### RAW DATA:

using System.Threading.Tasks;
using Phaseward.Analyzers.Tests.Verifiers;

namespace Phaseward.Analyzers.Tests.Elaboration;
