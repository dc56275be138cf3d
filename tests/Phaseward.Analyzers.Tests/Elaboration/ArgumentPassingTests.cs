namespace Phaseward.Analyzers.Tests.Elaboration;

/// <summary>
/// An <c>in</c> argument is a read-only reference to the caller's variable (C# specification, §15.6.2.3, input
/// parameters): what the callee writes to that variable another way during the call (a <c>ref</c> argument, a field)
/// shows through it. Each design is elaborated exactly as the compiled design runs it (the oracle: the design compiled
/// and run by .NET, <see cref="ParityTests"/>). Before, an <c>in</c> argument was copied at the call, silently.
/// </summary>
public class ArgumentPassingTests
{
    [Theory]
    [InlineData("Arguments.InAndRefOfOneLocal")]
    [InlineData("Arguments.InFieldWrittenByTheCallee")]
    [InlineData("Arguments.InOfAValueIsATemporary")]
    [InlineData("Arguments.InStructSeesTheCallersStruct")]
    public void RunsAsAtRunTime(string design) => ParityTests.AssertParity(Designs, design);

    private static readonly InMemoryDesigns Designs = new(("/arguments/Arguments.cs", """
            using Phaseward;

            namespace Arguments
            {
                public abstract class Base : Design { protected void Chain(Circuit c, int n, string p) { var x = c.Input(p + "in"); for (var i = 0; i < n; i++) x = c.Inverter(x, p + i); c.Output(p + "out", x); } }
                public struct Span2 { public int Low; public int High; }
                public sealed class InAndRefOfOneLocal : Base
                {
                    private static int Peek(in int seen, ref int written) { written = 7; return seen; }
                    protected override void Describe(Circuit c)
                    {
                        var depth = 1;
                        Chain(c, Peek(in depth, ref depth), "ir");
                    }
                }
                public sealed class InFieldWrittenByTheCallee : Base
                {
                    private int taps = 2;
                    private int Grow(in int before) { taps = 5; return before + taps; }
                    protected override void Describe(Circuit c) => Chain(c, Grow(in taps), "if");
                }
                public sealed class InOfAValueIsATemporary : Base
                {
                    private int taps = 2;
                    private int Grow(in int before) { taps = 5; return before + taps; }
                    protected override void Describe(Circuit c) => Chain(c, Grow(taps + 1), "it");
                }
                public sealed class InStructSeesTheCallersStruct : Base
                {
                    private static int Width(in Span2 span, ref Span2 same) { same.High = 6; return span.High - span.Low; }
                    protected override void Describe(Circuit c)
                    {
                        var span = new Span2 { Low = 1, High = 3 };
                        Chain(c, Width(in span, ref span), "is");
                    }
                }
            }
            """));
}
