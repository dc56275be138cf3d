using System.Linq;
using System.Threading.Tasks;
using Phaseward.Analyzers.Tests.Verifiers;

namespace Phaseward.Analyzers.Tests.Elaboration;

/// <summary>
/// An iterator enumerated by library code (LINQ) is run to the end when the library first enumerates it
/// (docs/elaboration.md). In C# it runs one MoveNext at a time (C# specification, §15.15, iterators): whether and where
/// it throws depends on how far it is enumerated (First stops after one element, TakeWhile at the first that fails).
/// One that throws when run to the end is therefore PW9001 at the call, naming it, and what depends on its values is
/// not made; one never enumerated does not run at all. Before, the exception was thrown at the call, into the caller's catch, silently (the oracle for
/// each scenario: the design compiled and run by .NET gives 1, 2 and 3 where the elaborator gave 3, 3 and 50).
/// </summary>
public class ThrowingIteratorTests
{
    private const string Why = "it throws ({0}) when run to the end, and an iterator not enumerated straight by a foreach is run to completion when "
        + "called: in C# none of it runs until it is enumerated, and whether it throws depends on how far it is enumerated";

    [Fact]
    public async Task An_iterator_throwing_after_the_element_First_takes_is_PW9001_not_caught_early()
    {
        var source = InverterChainDesign.Source("Saltmarsh", "", """
            private static System.Collections.Generic.IEnumerable<int> Taps() { yield return 1; throw new System.InvalidOperationException("tail"); }
            """, """
            try { count = System.Linq.Enumerable.First({|#0:Taps()|}); } catch (System.InvalidOperationException) { count = 3; }
            """);
        await new PhasewardAnalyzerTest<ElaborationAnalyzer>(source,
            InverterChainDesign.NotElaborated(0, "the iterator 'D.Taps()'", string.Format(Why, "InvalidOperationException: tail"))).RunAsync();
        InverterChainDesign.AssertNoStage(source, "Saltmarsh");
    }

    [Fact]
    public async Task An_iterator_whose_tail_TakeWhile_never_reaches_throws_is_PW9001()
    {
        var source = InverterChainDesign.Source("Saltmarsh", "", """
            private static int Zero() => 0;
            private static System.Collections.Generic.IEnumerable<int> Widths() { yield return 1; yield return 2; yield return 8; yield return 1 / Zero(); }
            """, """
            try { count = System.Linq.Enumerable.Sum(System.Linq.Enumerable.TakeWhile({|#0:Widths()|}, w => w < 5)); } catch (System.DivideByZeroException) { count = 50; }
            """);
        await new PhasewardAnalyzerTest<ElaborationAnalyzer>(source,
            InverterChainDesign.NotElaborated(0, "the iterator 'D.Widths()'", string.Format(Why, "DivideByZeroException: Attempted to divide by zero."))).RunAsync();
        InverterChainDesign.AssertNoStage(source, "Saltmarsh");
    }

    [Fact]
    public async Task An_iterators_argument_check_is_not_thrown_at_the_call()
    {
        // .NET runs nothing of Lanes at the call, and the design never enumerates it: the assignment after it happens,
        // no catch runs (2 stages), and nothing is reported.
        var source = InverterChainDesign.Source("Saltmarsh", "", """
            private static System.Collections.Generic.IEnumerable<int> Lanes(int n) { if (n < 0) throw new System.ArgumentException("n"); for (var i = 0; i < n; i++) yield return i; }
            """, """
            try { var lanes = Lanes(-1); count = 2; } catch (System.ArgumentException) { count = 4; }
            """);
        await new PhasewardAnalyzerTest<ElaborationAnalyzer>(source).RunAsync();
        var netlist = new InMemoryDesigns(("/saltmarsh/D.cs", source)).CompileTime("Saltmarsh.D").Netlist!;
        Assert.Equal(2, netlist.Devices.Count(d => d.Name.StartsWith('s')));
        Assert.Equal(2, new InMemoryDesigns(("/saltmarsh/D.cs", source)).RunTime("Saltmarsh.D").Devices.Count(d => d.Name.StartsWith('s')));
    }
}
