package org.oddswatch.deploy.scenario;

/**
 * What is wrong with a record injected for demonstrations ({@link ScenarioOptions#defectShare()}).
 * {@code NONE} marks a clean event. The labels say what a validating consumer should make of it.
 */
public enum RecordDefect {
    /** A clean event. */
    NONE("none"),
    /** Text cut short in the middle: not parseable JSON. */
    MALFORMED_JSON("malformed-json"),
    /** The result field holds a value that is neither positive nor negative. */
    BAD_OUTCOME("bad-outcome"),
    /** The event-time field is absent. */
    MISSING_TIME("missing-field"),
    /** The event-time field is not a time. */
    BAD_TIME("bad-time"),
    /** A valid event whose event time lies {@link ScenarioOptions#lateBy()} behind the feed. */
    LATE("late"),
    /** An exact copy of the clean event sent just before it (same id). */
    DUPLICATE("duplicate");

    private final String label;

    RecordDefect(String label) {
        this.label = label;
    }

    /** True for the defects a consumer should reject outright (not late, not duplicate). */
    public boolean rejected() {
        return this == MALFORMED_JSON || this == BAD_OUTCOME || this == MISSING_TIME || this == BAD_TIME;
    }

    @Override
    public String toString() {
        return label;
    }
}
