package org.oddswatch.deploy.scenario;

import java.time.Duration;
import java.time.Instant;
import java.util.List;
import java.util.Objects;

/**
 * Settings of one simulated feed. Immutable; change a copy with the {@code with...} methods:
 * <pre>{@code
 * ScenarioOptions o = ScenarioOptions.defaults().withSeed(7).withEventsPerWeek(4000).withDuration(Duration.ofDays(364));
 * }</pre>
 *
 * @param seed seed of the {@link java.util.SplittableRandom}; the same options give the same events
 * @param eventsPerWeek mean number of clean events per simulated week (a Poisson process)
 * @param start simulated time of the first possible event (default 2026-01-05T00:00Z, a Monday)
 * @param duration simulated span; events fall in {@code [start, start + duration)}
 * @param defectShare probability that a clean event is followed by one extra defective record
 *                    (malformed, late or duplicate; see {@link RecordDefect}); 0 for a clean feed
 * @param lateBy how far a late record's event time lies behind the feed's current time
 * @param changes scripted changes, or null for the scenario's own script
 */
public record ScenarioOptions(long seed, double eventsPerWeek, Instant start, Duration duration, double defectShare,
                              Duration lateBy, List<ScriptedChange> changes) {

    public static final long DEFAULT_SEED = 20260105L;
    public static final double DEFAULT_EVENTS_PER_WEEK = 2000;
    public static final Instant DEFAULT_START = Instant.parse("2026-01-05T00:00:00Z");
    public static final Duration DEFAULT_DURATION = Duration.ofDays(7 * 40);
    public static final Duration DEFAULT_LATE_BY = Duration.ofDays(10);

    public ScenarioOptions {
        Objects.requireNonNull(start, "start");
        Objects.requireNonNull(duration, "duration");
        lateBy = lateBy == null ? DEFAULT_LATE_BY : lateBy;
        if (!(eventsPerWeek > 0) || !Double.isFinite(eventsPerWeek)) {
            throw new IllegalArgumentException("events per week must be a positive number, got " + eventsPerWeek);
        }
        if (duration.isNegative() || duration.isZero()) {
            throw new IllegalArgumentException("duration must be positive, got " + duration);
        }
        if (!(defectShare >= 0 && defectShare <= 1)) {
            throw new IllegalArgumentException("defect share must lie in [0, 1], got " + defectShare);
        }
        changes = changes == null ? null : List.copyOf(changes);
    }

    /** Seed 20260105, 2,000 events a week, from 2026-01-05 for 40 weeks, no defects, the scenario's script. */
    public static ScenarioOptions defaults() {
        return new ScenarioOptions(DEFAULT_SEED, DEFAULT_EVENTS_PER_WEEK, DEFAULT_START, DEFAULT_DURATION, 0,
                DEFAULT_LATE_BY, null);
    }

    public ScenarioOptions withSeed(long value) {
        return new ScenarioOptions(value, eventsPerWeek, start, duration, defectShare, lateBy, changes);
    }

    public ScenarioOptions withEventsPerWeek(double value) {
        return new ScenarioOptions(seed, value, start, duration, defectShare, lateBy, changes);
    }

    public ScenarioOptions withStart(Instant value) {
        return new ScenarioOptions(seed, eventsPerWeek, value, duration, defectShare, lateBy, changes);
    }

    public ScenarioOptions withDuration(Duration value) {
        return new ScenarioOptions(seed, eventsPerWeek, start, value, defectShare, lateBy, changes);
    }

    public ScenarioOptions withDefectShare(double value) {
        return new ScenarioOptions(seed, eventsPerWeek, start, duration, value, lateBy, changes);
    }

    /** Replaces the scenario's own script; an empty list means no change at all. */
    public ScenarioOptions withChanges(List<ScriptedChange> value) {
        return new ScenarioOptions(seed, eventsPerWeek, start, duration, defectShare, lateBy, value);
    }

    /** Exclusive end of the simulated span. */
    public Instant end() {
        return start.plus(duration);
    }
}
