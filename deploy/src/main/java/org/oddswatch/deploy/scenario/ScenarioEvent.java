package org.oddswatch.deploy.scenario;

import java.time.Instant;

/**
 * One simulated record of the testing programme.
 *
 * @param id event id, unique per clean event ({@code rsp-00000042}); a duplicate repeats the id
 * @param emittedAt simulated time at which the record is sent (the feed's clock); a sandbox paces on it
 * @param collectedAt event time written into the record; equals {@code emittedAt} except for late records
 * @param positive the test result
 * @param person exposures and demographics
 * @param probability the true probability of a positive result that generated this record
 * @param defect what is wrong with the record, {@link RecordDefect#NONE} for a clean event
 */
public record ScenarioEvent(String id, Instant emittedAt, Instant collectedAt, boolean positive, Person person,
                            double probability, RecordDefect defect) {

    /** JSON field names (pointers in the example definitions: /id, /collectedAt, /result, /exposure/household, ...). */
    public static final String ID = "id";
    public static final String COLLECTED_AT = "collectedAt";
    public static final String RESULT = "result";

    /**
     * Exposures and demographics of the tested person.
     *
     * @param household household contact with a confirmed case
     * @param travel recent travel
     * @param ageBand one of 0-17, 18-39, 40-64, 65+
     * @param sex female or male
     * @param clinic the testing clinic
     * @param region the clinic's region (north, south), a natural split field
     */
    public record Person(boolean household, boolean travel, String ageBand, String sex, String clinic, String region) {
    }

    /** The result label in the JSON: {@code positive} or {@code negative}. */
    public String result() {
        return positive ? "positive" : "negative";
    }

    /**
     * The record as one line of JSON (no line break), for example
     * <pre>{@code
     * {"id":"rsp-00000001","collectedAt":"2026-01-05T00:04:31Z","result":"negative",
     *  "exposure":{"household":"no","travel":"no"},"ageBand":"18-39","sex":"female",
     *  "clinic":"harbourside","region":"north"}
     * }</pre>
     * Defective records carry their defect in the text: cut short, an unclear result, no or a bad time.
     */
    public String toJson() {
        StringBuilder b = new StringBuilder(200);
        b.append("{\"id\":\"").append(id).append('"');
        switch (defect) {
            case MISSING_TIME -> { }
            case BAD_TIME -> b.append(",\"collectedAt\":\"").append("sometime last week").append('"');
            default -> b.append(",\"collectedAt\":\"").append(collectedAt).append('"');
        }
        b.append(",\"result\":\"").append(defect == RecordDefect.BAD_OUTCOME ? "unclear" : result()).append('"');
        b.append(",\"exposure\":{\"household\":\"").append(person.household() ? "yes" : "no")
                .append("\",\"travel\":\"").append(person.travel() ? "yes" : "no").append("\"}");
        b.append(",\"ageBand\":\"").append(person.ageBand()).append('"');
        b.append(",\"sex\":\"").append(person.sex()).append('"');
        b.append(",\"clinic\":\"").append(person.clinic()).append('"');
        b.append(",\"region\":\"").append(person.region()).append("\"}");
        if (defect == RecordDefect.MALFORMED_JSON) {
            return b.substring(0, b.length() / 2);
        }
        return b.toString();
    }

    /** The Kafka record key used by the sandbox and {@code simulate --topic}: the region (one stream per partition). */
    public String key() {
        return person.region();
    }
}
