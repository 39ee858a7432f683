package org.oddswatch.deploy.scenario;

import java.time.Duration;
import java.util.Objects;

/**
 * A change in the truth at a known simulated time, given as an offset from the feed's start so that
 * a script moves with {@link ScenarioOptions#start()}. From {@code start + after} on:
 * <ul>
 *   <li>{@link Kind#ODDS_RATIO}: the true odds ratio of {@code term} (at {@code level}) is multiplied
 *       by {@code factor}, i.e. its log-odds coefficient grows by ln(factor);</li>
 *   <li>{@link Kind#PREVALENCE}: every event's true probability is multiplied by {@code factor}
 *       (capped at 1). The baseline model does not expect this: its calibration (observed/expected)
 *       moves by about that factor while the odds ratios stay almost where they were.</li>
 * </ul>
 * Several changes add up (factors multiply).
 */
public record ScriptedChange(Kind kind, Duration after, String term, String level, double factor) {

    public enum Kind { ODDS_RATIO, PREVALENCE }

    public ScriptedChange {
        Objects.requireNonNull(kind, "kind");
        Objects.requireNonNull(after, "after");
        if (!(factor > 0) || !Double.isFinite(factor)) {
            throw new IllegalArgumentException("factor must be a positive number, got " + factor);
        }
        if (kind == Kind.ODDS_RATIO) {
            Objects.requireNonNull(term, "term");
        }
    }

    /** The odds ratio of {@code term = level} is multiplied by {@code factor} from {@code after} on. */
    public static ScriptedChange oddsRatio(String term, String level, double factor, Duration after) {
        return new ScriptedChange(Kind.ODDS_RATIO, after, term, level, factor);
    }

    /** Every event's probability is multiplied by {@code factor} from {@code after} on. */
    public static ScriptedChange prevalence(double factor, Duration after) {
        return new ScriptedChange(Kind.PREVALENCE, after, null, null, factor);
    }

    /** Plain-language description, e.g. {@code odds ratio of household_contact=yes x2.0 from week 16}. */
    public String describe() {
        String when = after.toDays() % 7 == 0 ? "week " + after.toDays() / 7 : after.toString();
        return switch (kind) {
            case ODDS_RATIO -> "odds ratio of " + term + (level == null ? "" : "=" + level) + " x" + factor + " from " + when;
            case PREVALENCE -> "prevalence x" + factor + " from " + when + " (not in the baseline model)";
        };
    }
}
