package org.oddswatch.deploy.scenario;

import java.util.Collections;
import java.util.LinkedHashMap;
import java.util.Map;

/**
 * The logistic model that generates outcomes in the house scenario, before any scripted change:
 * <pre>
 *   logit P(positive) = b0 + b_household·[household = yes] + b_travel·[travel = yes]
 *                     + b_age[age band] + b_sex·[sex = male] + b_clinic[clinic]
 * </pre>
 * with the reference levels household no, travel no, age band 18-39, sex female, clinic harbourside.
 *
 * <table>
 *   <caption>True parameters (coefficient = ln odds ratio)</caption>
 *   <tr><th>key</th><th>odds ratio</th><th>coefficient</th></tr>
 *   <tr><td>intercept</td><td></td><td>-3.55</td></tr>
 *   <tr><td>household_contact=yes</td><td>2.5</td><td>0.9163</td></tr>
 *   <tr><td>recent_travel=yes</td><td>1.8</td><td>0.5878</td></tr>
 *   <tr><td>age_band=0-17</td><td>0.7</td><td>-0.3567</td></tr>
 *   <tr><td>age_band=40-64</td><td>1.25</td><td>0.2231</td></tr>
 *   <tr><td>age_band=65+</td><td>1.6</td><td>0.4700</td></tr>
 *   <tr><td>sex=male</td><td>1.15</td><td>0.1398</td></tr>
 *   <tr><td>clinic=millbrook</td><td>1.105</td><td>0.10</td></tr>
 *   <tr><td>clinic=fernhill</td><td>0.923</td><td>-0.08</td></tr>
 *   <tr><td>clinic=eastgate</td><td>1.051</td><td>0.05</td></tr>
 *   <tr><td>clinic=stonebridge</td><td>0.887</td><td>-0.12</td></tr>
 * </table>
 * Over the {@link Population}, this gives a marginal prevalence of 0.0501 (exact sum over the 160
 * attribute combinations, see {@link Scenario#expectedPrevalence}).
 */
public final class TruthModel {

    public static final String INTERCEPT = "intercept";

    private static final Map<String, Double> COEFFICIENTS;

    static {
        Map<String, Double> c = new LinkedHashMap<>();
        c.put(INTERCEPT, -3.55);
        c.put(key("household_contact", "yes"), Math.log(2.5));
        c.put(key("recent_travel", "yes"), Math.log(1.8));
        c.put(key("age_band", "0-17"), Math.log(0.7));
        c.put(key("age_band", "40-64"), Math.log(1.25));
        c.put(key("age_band", "65+"), Math.log(1.6));
        c.put(key("sex", "male"), Math.log(1.15));
        c.put(key("clinic", "millbrook"), 0.10);
        c.put(key("clinic", "fernhill"), -0.08);
        c.put(key("clinic", "eastgate"), 0.05);
        c.put(key("clinic", "stonebridge"), -0.12);
        COEFFICIENTS = Collections.unmodifiableMap(c);
    }

    private TruthModel() {
    }

    /** {@code term=level}, the key of one indicator. */
    public static String key(String term, String level) {
        return level == null ? term : term + "=" + level;
    }

    /** All true coefficients, intercept first, keyed {@code term=level}. */
    public static Map<String, Double> coefficients() {
        return COEFFICIENTS;
    }

    /** The true coefficient of {@code term = level}: 0 for a reference level, the intercept for {@code "intercept"}. */
    public static double coefficient(String term, String level) {
        return COEFFICIENTS.getOrDefault(key(term, level), 0.0);
    }

    /** The indicator keys that are 1 for this person (the intercept excluded). */
    static String[] indicators(ScenarioEvent.Person p) {
        return new String[] {
            key("household_contact", p.household() ? "yes" : "no"),
            key("recent_travel", p.travel() ? "yes" : "no"),
            key("age_band", p.ageBand()),
            key("sex", p.sex()),
            key("clinic", p.clinic())};
    }

    /** The linear predictor before any scripted change. */
    static double logOdds(ScenarioEvent.Person p) {
        double eta = COEFFICIENTS.get(INTERCEPT);
        for (String k : indicators(p)) {
            eta += COEFFICIENTS.getOrDefault(k, 0.0);
        }
        return eta;
    }

    static double logistic(double eta) {
        return 1 / (1 + Math.exp(-eta));
    }
}
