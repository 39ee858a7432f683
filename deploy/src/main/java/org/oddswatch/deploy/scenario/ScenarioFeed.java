package org.oddswatch.deploy.scenario;

import java.time.Instant;
import java.util.ArrayDeque;
import java.util.Iterator;
import java.util.NoSuchElementException;
import java.util.SplittableRandom;

/**
 * The iterator behind {@link Scenario#iterator()}: clean events as a Poisson process of rate
 * {@code eventsPerWeek}, each followed with probability {@code defectShare} by one defective record.
 *
 * <p>Three independent generators are split from the seed, in this order: arrival gaps, person and
 * outcome, defects. So a feed with defects carries exactly the clean events of the same seed without
 * them, and records come out in non-decreasing {@code emittedAt} order.
 */
final class ScenarioFeed implements Iterator<ScenarioEvent> {

    private static final double MILLIS_PER_WEEK = 7 * 24 * 3600 * 1000.0;
    private static final RecordDefect[] DEFECTS = {
        RecordDefect.MALFORMED_JSON, RecordDefect.BAD_OUTCOME, RecordDefect.MISSING_TIME, RecordDefect.BAD_TIME,
        RecordDefect.LATE, RecordDefect.DUPLICATE};

    private final Scenario scenario;
    private final SplittableRandom arrivals;
    private final SplittableRandom people;
    private final SplittableRandom defects;
    private final double meanGapMillis;
    private final long startMillis;
    private final long endMillis;
    private final ArrayDeque<ScenarioEvent> pending = new ArrayDeque<>(2);
    private double clockMillis;
    private long count;

    ScenarioFeed(Scenario scenario) {
        this.scenario = scenario;
        ScenarioOptions o = scenario.options();
        SplittableRandom root = new SplittableRandom(o.seed());
        this.arrivals = root.split();
        this.people = root.split();
        this.defects = root.split();
        this.meanGapMillis = MILLIS_PER_WEEK / o.eventsPerWeek();
        this.startMillis = o.start().toEpochMilli();
        this.endMillis = o.end().toEpochMilli();
        this.clockMillis = startMillis;
        advance();
    }

    @Override
    public boolean hasNext() {
        return !pending.isEmpty();
    }

    @Override
    public ScenarioEvent next() {
        ScenarioEvent e = pending.poll();
        if (e == null) {
            throw new NoSuchElementException("the scenario's simulated span has ended");
        }
        if (pending.isEmpty()) {
            advance();
        }
        return e;
    }

    /** Queues the next clean event and, maybe, one defective record after it. */
    private void advance() {
        clockMillis += -Math.log(1 - arrivals.nextDouble()) * meanGapMillis;
        if (clockMillis >= endMillis) {
            return;
        }
        Instant at = Instant.ofEpochSecond(Math.floorDiv((long) clockMillis, 1000L));
        ScenarioEvent.Person person = Population.draw(people);
        double p = scenario.trueProbability(person, at);
        boolean positive = people.nextDouble() < p;
        String id = scenario.idPrefix() + String.format("%08d", ++count);
        ScenarioEvent clean = new ScenarioEvent(id, at, at, positive, person, p, RecordDefect.NONE);
        pending.add(clean);
        if (scenario.options().defectShare() > 0 && defects.nextDouble() < scenario.options().defectShare()) {
            pending.add(defective(clean, DEFECTS[defects.nextInt(DEFECTS.length)]));
        }
    }

    private ScenarioEvent defective(ScenarioEvent clean, RecordDefect defect) {
        if (defect == RecordDefect.DUPLICATE) {
            return new ScenarioEvent(clean.id(), clean.emittedAt(), clean.collectedAt(), clean.positive(),
                    clean.person(), clean.probability(), defect);
        }
        Instant collected = clean.collectedAt();
        if (defect == RecordDefect.LATE) {
            collected = collected.minus(scenario.options().lateBy());
            if (collected.toEpochMilli() < startMillis) {
                // too early in the feed for a record to be late: send a duplicate instead
                return defective(clean, RecordDefect.DUPLICATE);
            }
        }
        ScenarioEvent.Person person = Population.draw(defects);
        double p = scenario.trueProbability(person, collected);
        boolean positive = defects.nextDouble() < p;
        return new ScenarioEvent(clean.id() + "-" + defect, clean.emittedAt(), collected, positive, person, p, defect);
    }
}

### PROBLEM REQUIREMENTS:
Could you state how many lines of the entries contain the word "nextDouble"? Only the number is wanted.

### ANSWER SPACE:
4